▶ [Task item] Each line from the beginning of the data below through the line containing "this.operation = operation;" should be repeated exactly, please.

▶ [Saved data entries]

*****

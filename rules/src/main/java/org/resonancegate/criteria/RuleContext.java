package org.resonancegate.criteria;

import java.util.ArrayList;
import java.util.Collections;
import java.util.HashMap;
import java.util.List;
import java.util.Map;
import java.util.Optional;
import org.resonancegate.dynamics.Drive;
import org.resonancegate.dynamics.Drives;
import org.resonancegate.dynamics.LinearSystem;
import org.resonancegate.dynamics.Mode;
import org.resonancegate.dynamics.Probe;
import org.resonancegate.dynamics.Response;
import org.resonancegate.spec.Direction;
import org.resonancegate.spec.Excitation;
import org.resonancegate.spec.ExcitationFrequency;
import org.resonancegate.spec.Operation;
import org.resonancegate.spec.ResponsePoint;

/**
 * One model case to judge: the system, its speed range and its excitations. It remembers the
 * responses it has computed at each running speed, so the criteria of one case share them (they
 * sweep the same grid and the same resonance speeds). One context is used by one thread.
 */
public final class RuleContext {

    /** One excitation's load at a speed and the system's response to it. */
    public record Driven(Drive drive, Response response) {
    }

    /** The responses at one speed, each excitation's worked out when first asked for. */
    private static final class AtSpeed {
        final Driven[] byExcitation;
        List<Driven> all;

        AtSpeed(int excitations) {
            byExcitation = new Driven[excitations];
        }
    }

    private final LinearSystem system;
    private final Operation operation;
    private final List<Excitation> excitations;
    /** Per excitation (listing order) its prepared loads; empty for an order-only one. */
    private final List<Optional<Drives.Prepared>> prepared;
    private final SpeedMemo<AtSpeed> memo = new SpeedMemo<>();
    private double[] specialSpeeds;
    private double[] sweepSpeeds;
    private final Map<List<Object>, List<Probe>> probesAlong = new HashMap<>();

    public RuleContext(LinearSystem system, Operation operation, List<Excitation> excitations) {
        this.system = system;
        this.operation = operation;
        this.excitations = List.copyOf(excitations);
        List<Optional<Drives.Prepared>> p = new ArrayList<>();
        for (Excitation e : this.excitations) {
            p.add(e instanceof Excitation.OrderOnly ? Optional.empty() : Optional.of(Drives.prepare(e, operation)));
        }
        this.prepared = List.copyOf(p);
    }

    public LinearSystem system() {
        return system;
    }

    public Operation operation() {
        return operation;
    }

    public List<Excitation> excitations() {
        return excitations;
    }

    public double minSpeed() {
        return operation.minSpeed().si();
    }

    public double maxSpeed() {
        return operation.maxSpeed().si();
    }

    public boolean fixedSpeed() {
        return operation.fixedSpeed() || minSpeed() == maxSpeed();
    }

    /** The loads of every excitation that carries one, in listing order, at running speed {@code speed}. */
    public List<Drive> drivesAt(double speed) {
        List<Drive> out = new ArrayList<>();
        for (Driven d : respondAt(speed)) {
            out.add(d.drive());
        }
        return out;
    }

    /** Every loaded excitation at running speed {@code speed} with the response to it, in listing order. */
    public List<Driven> respondAt(double speed) {
        AtSpeed at = atSpeed(speed);
        if (at.all == null) {
            List<Driven> out = new ArrayList<>(excitations.size());
            for (int i = 0; i < excitations.size(); i++) {
                if (prepared.get(i).isPresent()) {
                    out.add(driven(at, i, speed));
                }
            }
            at.all = Collections.unmodifiableList(out);
        }
        return at.all;
    }

    /**
     * One excitation's load and response at running speed {@code speed}; the others are not
     * worked out (a criterion that judges each excitation alone refines each one's own peak).
     *
     * @throws IllegalArgumentException for an excitation that carries no load or is not this context's
     */
    public Driven respondTo(Excitation excitation, double speed) {
        for (int i = 0; i < excitations.size(); i++) {
            if (excitations.get(i) == excitation && prepared.get(i).isPresent()) {
                return driven(atSpeed(speed), i, speed);
            }
        }
        throw new IllegalArgumentException("excitation '" + excitation.name() + "' carries no load here");
    }

    private AtSpeed atSpeed(double speed) {
        AtSpeed at = memo.get(speed);
        if (at == null) {
            at = new AtSpeed(excitations.size());
            memo.put(speed, at);
        }
        return at;
    }

    private Driven driven(AtSpeed at, int i, double speed) {
        Driven d = at.byExcitation[i];
        if (d == null) {
            Drive drive = prepared.get(i).orElseThrow().at(speed);
            d = new Driven(drive, system.respond(drive.load(), drive.omega()));
            at.byExcitation[i] = d;
        }
        return d;
    }

    /**
     * The system's probes at {@code at} along {@code direction}, made once: base-motion isolation
     * reads them at every speed, and making them names the point in words each time.
     */
    public List<Probe> probesAlong(Optional<ResponsePoint> at, Direction direction) {
        return probesAlong.computeIfAbsent(List.of(at, direction), k -> system.probesAlong(at, direction));
    }

    /** Whether any excitation puts a load on the system (order-only ones do not). */
    public boolean hasDrives() {
        return excitations.stream().anyMatch(e -> !(e instanceof Excitation.OrderOnly));
    }

    /**
     * Relative offsets, in units of the mode's damping ratio, of the extra samples around each
     * resonance speed: the half-power band of a mode is about ±ζ wide, so these points keep two
     * neighbouring peaks of a lightly damped pair from sharing one bracket of the coarse grid.
     */
    private static final double[] AROUND = {-3, -1, 1, 3};

    /** Damping ratio below which the points around a resonance use this width instead (undamped modes). */
    private static final double NARROWEST = 1e-4;

    /**
     * Running speeds where a response peak can sit: for every mode (zero-frequency ones give 0,
     * outside any range) and every order that carries a load, the resonance speed ω_r/n and the
     * speeds of the closed-form single-mass peaks (displacement under a force β = √(1 − 2ζ²), under
     * unbalance β = 1/√(1 − 2ζ²), transmissibility β = √(√(1 + 8ζ²) − 1)/(2ζ)), plus a few points
     * across the mode's half-power band. They seed the sweep; refinement does the rest, so a
     * lightly damped coupled mode is not missed between grid points.
     */
    public double[] specialSpeeds() {
        if (specialSpeeds != null) {
            return specialSpeeds;
        }
        double[] orders = new double[excitations.size()];
        int distinct = 0;
        for (Excitation e : excitations) {
            if (e instanceof Excitation.OrderOnly || !(e.frequency() instanceof ExcitationFrequency.Order o)) {
                continue;
            }
            if (o.order() <= 0) {
                continue;
            }
            boolean seen = false;
            for (int i = 0; i < distinct; i++) {
                seen |= orders[i] == o.order();
            }
            if (!seen) {
                orders[distinct++] = o.order(); // the same order twice gives the same speeds
            }
        }
        List<Mode> modes = system.modes();
        double[] out = new double[distinct * modes.size() * (4 + AROUND.length)];
        int count = 0;
        for (int i = 0; i < distinct; i++) {
            for (Mode m : modes) {
                double base = m.angularFrequency() / orders[i];
                out[count++] = base;
                double z = m.dampingRatio().orElse(0);
                if (2 * z * z < 1) {
                    out[count++] = base * Math.sqrt(1 - 2 * z * z);
                    out[count++] = base / Math.sqrt(1 - 2 * z * z);
                }
                if (z > 0) {
                    out[count++] = base * Math.sqrt(Math.sqrt(1 + 8 * z * z) - 1) / (2 * z);
                }
                double width = Math.max(z, NARROWEST);
                for (double k : AROUND) {
                    out[count++] = base * (1 + k * width);
                }
            }
        }
        specialSpeeds = java.util.Arrays.copyOf(out, count);
        return specialSpeeds;
    }

    /**
     * The speeds every sweep of this case samples first ({@link SpeedSweep#samples} over the
     * speed range with {@link #specialSpeeds}), sorted once for all criteria and excitations.
     */
    double[] sweepSpeeds() {
        if (sweepSpeeds == null) {
            sweepSpeeds = SpeedSweep.samples(minSpeed(), maxSpeed(), specialSpeeds());
        }
        return sweepSpeeds;
    }

    /** The mode nearest (in frequency ratio) to angular frequency {@code omega}, if any. */
    public Optional<Mode> nearestMode(double omega) {
        Mode best = null;
        double bestDistance = Double.POSITIVE_INFINITY;
        for (Mode m : system.modes()) {
            if (!(m.angularFrequency() > 0)) {
                continue;
            }
            double d = Math.abs(Math.log(omega / m.angularFrequency()));
            if (d < bestDistance) {
                bestDistance = d;
                best = m;
            }
        }
        return Optional.ofNullable(best);
    }
}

*****

▶ [Result]
filename rules/src/main/java/org/resonancegate/criteria/RuleContext.java
package org.resonancegate.criteria;

import java.util.ArrayList;
import java.util.Collections;
import java.util.HashMap;
import java.util.List;
import java.util.Map;
import java.util.Optional;
import org.resonancegate.dynamics.Drive;
import org.resonancegate.dynamics.Drives;
import org.resonancegate.dynamics.LinearSystem;
import org.resonancegate.dynamics.Mode;
import org.resonancegate.dynamics.Probe;
import org.resonancegate.dynamics.Response;
import org.resonancegate.spec.Direction;
import org.resonancegate.spec.Excitation;
import org.resonancegate.spec.ExcitationFrequency;
import org.resonancegate.spec.Operation;
import org.resonancegate.spec.ResponsePoint;

/**
 * One model case to judge: the system, its speed range and its excitations. It remembers the
 * responses it has computed at each running speed, so the criteria of one case share them (they
 * sweep the same grid and the same resonance speeds). One context is used by one thread.
 */
public final class RuleContext {

    /** One excitation's load at a speed and the system's response to it. */
    public record Driven(Drive drive, Response response) {
    }

    /** The responses at one speed, each excitation's worked out when first asked for. */
    private static final class AtSpeed {
        final Driven[] byExcitation;
        List<Driven> all;

        AtSpeed(int excitations) {
            byExcitation = new Driven[excitations];
        }
    }

    private final LinearSystem system;
    private final Operation operation;
    private final List<Excitation> excitations;
    /** Per excitation (listing order) its prepared loads; empty for an order-only one. */
    private final List<Optional<Drives.Prepared>> prepared;
    private final SpeedMemo<AtSpeed> memo = new SpeedMemo<>();
    private double[] specialSpeeds;
    private double[] sweepSpeeds;
    private final Map<List<Object>, List<Probe>> probesAlong = new HashMap<>();

    public RuleContext(LinearSystem system, Operation operation, List<Excitation> excitations) {
        this.system = system;
        this.operation = operation;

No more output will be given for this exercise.